ABOUT THIS EXERCISE: Look over the material below and count the lines that include "request". Give only the total.
-- SOURCE DATA follows --
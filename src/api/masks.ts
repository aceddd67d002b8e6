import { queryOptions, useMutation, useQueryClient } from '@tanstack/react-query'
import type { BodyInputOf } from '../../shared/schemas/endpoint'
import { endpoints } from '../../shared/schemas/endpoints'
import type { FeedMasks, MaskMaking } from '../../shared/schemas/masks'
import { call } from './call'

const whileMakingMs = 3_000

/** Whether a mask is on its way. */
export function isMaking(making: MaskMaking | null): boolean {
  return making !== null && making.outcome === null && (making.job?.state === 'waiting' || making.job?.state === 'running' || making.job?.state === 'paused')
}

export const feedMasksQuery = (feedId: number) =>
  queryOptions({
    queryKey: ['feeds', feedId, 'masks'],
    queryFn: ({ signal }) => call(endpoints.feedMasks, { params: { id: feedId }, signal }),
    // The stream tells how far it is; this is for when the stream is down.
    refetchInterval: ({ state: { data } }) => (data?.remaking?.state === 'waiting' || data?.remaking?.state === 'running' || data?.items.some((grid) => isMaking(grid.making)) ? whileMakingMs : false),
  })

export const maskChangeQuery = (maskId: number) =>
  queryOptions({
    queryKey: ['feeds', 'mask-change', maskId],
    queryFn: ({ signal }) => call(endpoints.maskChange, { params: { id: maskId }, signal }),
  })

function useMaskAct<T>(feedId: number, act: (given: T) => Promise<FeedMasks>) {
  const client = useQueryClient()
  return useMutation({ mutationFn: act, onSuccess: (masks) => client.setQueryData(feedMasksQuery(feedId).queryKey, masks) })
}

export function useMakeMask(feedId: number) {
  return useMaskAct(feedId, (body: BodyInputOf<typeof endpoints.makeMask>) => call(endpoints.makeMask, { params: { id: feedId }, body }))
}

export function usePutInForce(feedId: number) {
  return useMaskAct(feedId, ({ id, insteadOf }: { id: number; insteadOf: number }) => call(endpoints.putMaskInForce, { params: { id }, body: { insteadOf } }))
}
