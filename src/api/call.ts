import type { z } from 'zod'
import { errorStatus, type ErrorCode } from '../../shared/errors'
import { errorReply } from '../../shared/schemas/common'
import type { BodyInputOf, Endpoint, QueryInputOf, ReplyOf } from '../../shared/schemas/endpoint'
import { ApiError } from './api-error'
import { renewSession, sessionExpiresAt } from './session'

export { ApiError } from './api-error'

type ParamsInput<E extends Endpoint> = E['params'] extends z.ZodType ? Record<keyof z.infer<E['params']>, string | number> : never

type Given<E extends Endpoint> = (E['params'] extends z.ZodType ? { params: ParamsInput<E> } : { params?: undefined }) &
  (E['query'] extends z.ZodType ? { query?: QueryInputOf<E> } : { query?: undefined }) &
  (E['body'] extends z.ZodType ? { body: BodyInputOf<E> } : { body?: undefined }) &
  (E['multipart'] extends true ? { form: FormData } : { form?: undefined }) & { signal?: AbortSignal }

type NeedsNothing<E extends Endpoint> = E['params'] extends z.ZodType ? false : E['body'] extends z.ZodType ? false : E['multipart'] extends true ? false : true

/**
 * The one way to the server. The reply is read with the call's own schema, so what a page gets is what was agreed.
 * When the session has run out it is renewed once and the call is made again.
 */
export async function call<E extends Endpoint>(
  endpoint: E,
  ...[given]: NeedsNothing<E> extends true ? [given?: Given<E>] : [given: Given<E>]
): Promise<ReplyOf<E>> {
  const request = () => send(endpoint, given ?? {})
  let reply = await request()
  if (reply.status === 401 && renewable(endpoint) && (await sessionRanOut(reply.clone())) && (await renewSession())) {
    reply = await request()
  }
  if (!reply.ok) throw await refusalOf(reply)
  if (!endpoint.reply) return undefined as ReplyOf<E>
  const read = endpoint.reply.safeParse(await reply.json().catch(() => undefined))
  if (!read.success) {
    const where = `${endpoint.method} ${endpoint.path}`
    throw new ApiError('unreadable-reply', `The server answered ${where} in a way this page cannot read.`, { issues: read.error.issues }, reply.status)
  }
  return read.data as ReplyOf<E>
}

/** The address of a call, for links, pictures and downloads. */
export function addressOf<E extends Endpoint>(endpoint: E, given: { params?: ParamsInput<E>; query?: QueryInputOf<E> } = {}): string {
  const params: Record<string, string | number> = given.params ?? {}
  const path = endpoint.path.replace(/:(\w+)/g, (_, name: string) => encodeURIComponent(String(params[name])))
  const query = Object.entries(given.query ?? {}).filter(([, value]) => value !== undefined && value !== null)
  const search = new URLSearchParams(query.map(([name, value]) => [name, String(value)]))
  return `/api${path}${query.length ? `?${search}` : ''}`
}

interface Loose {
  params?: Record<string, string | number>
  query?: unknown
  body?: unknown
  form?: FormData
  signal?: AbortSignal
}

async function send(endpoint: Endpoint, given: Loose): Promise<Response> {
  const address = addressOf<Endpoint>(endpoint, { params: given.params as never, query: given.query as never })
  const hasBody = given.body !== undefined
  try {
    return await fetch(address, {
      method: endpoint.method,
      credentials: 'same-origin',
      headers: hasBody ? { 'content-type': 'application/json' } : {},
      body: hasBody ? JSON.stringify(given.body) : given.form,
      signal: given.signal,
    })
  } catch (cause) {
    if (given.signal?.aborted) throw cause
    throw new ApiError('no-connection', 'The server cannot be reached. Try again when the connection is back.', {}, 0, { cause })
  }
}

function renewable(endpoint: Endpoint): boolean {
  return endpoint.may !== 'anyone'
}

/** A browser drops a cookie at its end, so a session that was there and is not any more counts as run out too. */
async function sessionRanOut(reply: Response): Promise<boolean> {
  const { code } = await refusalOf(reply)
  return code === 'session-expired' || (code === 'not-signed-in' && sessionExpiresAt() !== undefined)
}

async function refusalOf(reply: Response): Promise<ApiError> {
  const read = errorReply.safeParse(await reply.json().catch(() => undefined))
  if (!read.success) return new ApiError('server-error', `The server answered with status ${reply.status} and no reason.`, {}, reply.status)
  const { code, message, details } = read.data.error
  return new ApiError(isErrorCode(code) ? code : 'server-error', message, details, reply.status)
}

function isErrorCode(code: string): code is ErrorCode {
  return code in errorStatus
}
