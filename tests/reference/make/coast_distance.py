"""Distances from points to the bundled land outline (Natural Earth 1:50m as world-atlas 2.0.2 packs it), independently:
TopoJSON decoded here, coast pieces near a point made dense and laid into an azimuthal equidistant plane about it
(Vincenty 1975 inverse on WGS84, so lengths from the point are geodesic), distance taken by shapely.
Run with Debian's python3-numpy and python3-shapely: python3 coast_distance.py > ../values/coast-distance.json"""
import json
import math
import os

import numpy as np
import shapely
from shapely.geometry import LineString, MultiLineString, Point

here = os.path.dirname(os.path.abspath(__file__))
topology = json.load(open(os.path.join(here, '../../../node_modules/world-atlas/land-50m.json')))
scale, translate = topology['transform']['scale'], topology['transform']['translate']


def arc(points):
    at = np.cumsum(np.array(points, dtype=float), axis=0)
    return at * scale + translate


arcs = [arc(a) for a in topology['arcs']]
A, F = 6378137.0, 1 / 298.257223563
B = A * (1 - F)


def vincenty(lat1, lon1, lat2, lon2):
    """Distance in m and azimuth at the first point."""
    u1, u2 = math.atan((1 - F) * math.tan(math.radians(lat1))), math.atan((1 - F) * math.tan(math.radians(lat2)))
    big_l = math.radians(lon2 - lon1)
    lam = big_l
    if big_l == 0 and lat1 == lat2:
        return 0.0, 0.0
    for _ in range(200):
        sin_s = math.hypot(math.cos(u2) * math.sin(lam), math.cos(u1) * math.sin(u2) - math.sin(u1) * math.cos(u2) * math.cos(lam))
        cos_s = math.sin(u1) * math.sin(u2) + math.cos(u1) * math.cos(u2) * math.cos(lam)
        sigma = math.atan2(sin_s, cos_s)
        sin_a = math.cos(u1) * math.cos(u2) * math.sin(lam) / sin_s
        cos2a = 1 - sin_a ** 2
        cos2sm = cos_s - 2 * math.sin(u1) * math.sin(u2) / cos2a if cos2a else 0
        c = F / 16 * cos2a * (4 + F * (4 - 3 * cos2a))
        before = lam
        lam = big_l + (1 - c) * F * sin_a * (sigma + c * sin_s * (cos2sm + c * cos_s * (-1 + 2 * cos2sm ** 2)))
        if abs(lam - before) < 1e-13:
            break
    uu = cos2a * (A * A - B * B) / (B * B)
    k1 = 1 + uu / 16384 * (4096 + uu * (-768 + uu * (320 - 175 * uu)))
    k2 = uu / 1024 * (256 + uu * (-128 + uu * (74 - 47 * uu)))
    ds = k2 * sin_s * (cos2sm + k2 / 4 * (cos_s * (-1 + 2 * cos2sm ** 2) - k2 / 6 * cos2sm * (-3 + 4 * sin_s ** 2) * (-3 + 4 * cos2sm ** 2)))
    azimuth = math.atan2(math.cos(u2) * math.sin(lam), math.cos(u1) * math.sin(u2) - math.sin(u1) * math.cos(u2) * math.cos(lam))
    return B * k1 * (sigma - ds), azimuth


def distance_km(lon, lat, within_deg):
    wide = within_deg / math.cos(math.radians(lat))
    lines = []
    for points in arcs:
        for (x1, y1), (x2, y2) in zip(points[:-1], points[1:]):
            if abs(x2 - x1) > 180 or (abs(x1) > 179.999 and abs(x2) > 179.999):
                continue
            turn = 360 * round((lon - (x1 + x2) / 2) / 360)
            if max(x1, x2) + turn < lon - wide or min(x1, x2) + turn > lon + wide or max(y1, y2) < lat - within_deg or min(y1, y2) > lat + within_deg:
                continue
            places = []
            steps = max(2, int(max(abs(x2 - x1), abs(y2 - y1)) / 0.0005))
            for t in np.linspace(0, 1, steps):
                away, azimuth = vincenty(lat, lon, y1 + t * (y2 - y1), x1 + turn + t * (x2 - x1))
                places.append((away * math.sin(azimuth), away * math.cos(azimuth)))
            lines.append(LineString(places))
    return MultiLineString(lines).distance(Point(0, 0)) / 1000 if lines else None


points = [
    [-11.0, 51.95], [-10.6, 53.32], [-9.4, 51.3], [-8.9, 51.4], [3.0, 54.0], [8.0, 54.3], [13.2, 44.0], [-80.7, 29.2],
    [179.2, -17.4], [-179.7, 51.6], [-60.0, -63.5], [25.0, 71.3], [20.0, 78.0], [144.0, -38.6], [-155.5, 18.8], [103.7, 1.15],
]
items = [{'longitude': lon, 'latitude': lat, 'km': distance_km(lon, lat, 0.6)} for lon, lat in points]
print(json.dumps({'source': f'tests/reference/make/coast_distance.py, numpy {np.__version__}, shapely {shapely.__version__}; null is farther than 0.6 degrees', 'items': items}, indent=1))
-- SOURCE DATA concluded --
ANSWER TO THIS EXERCISE: 3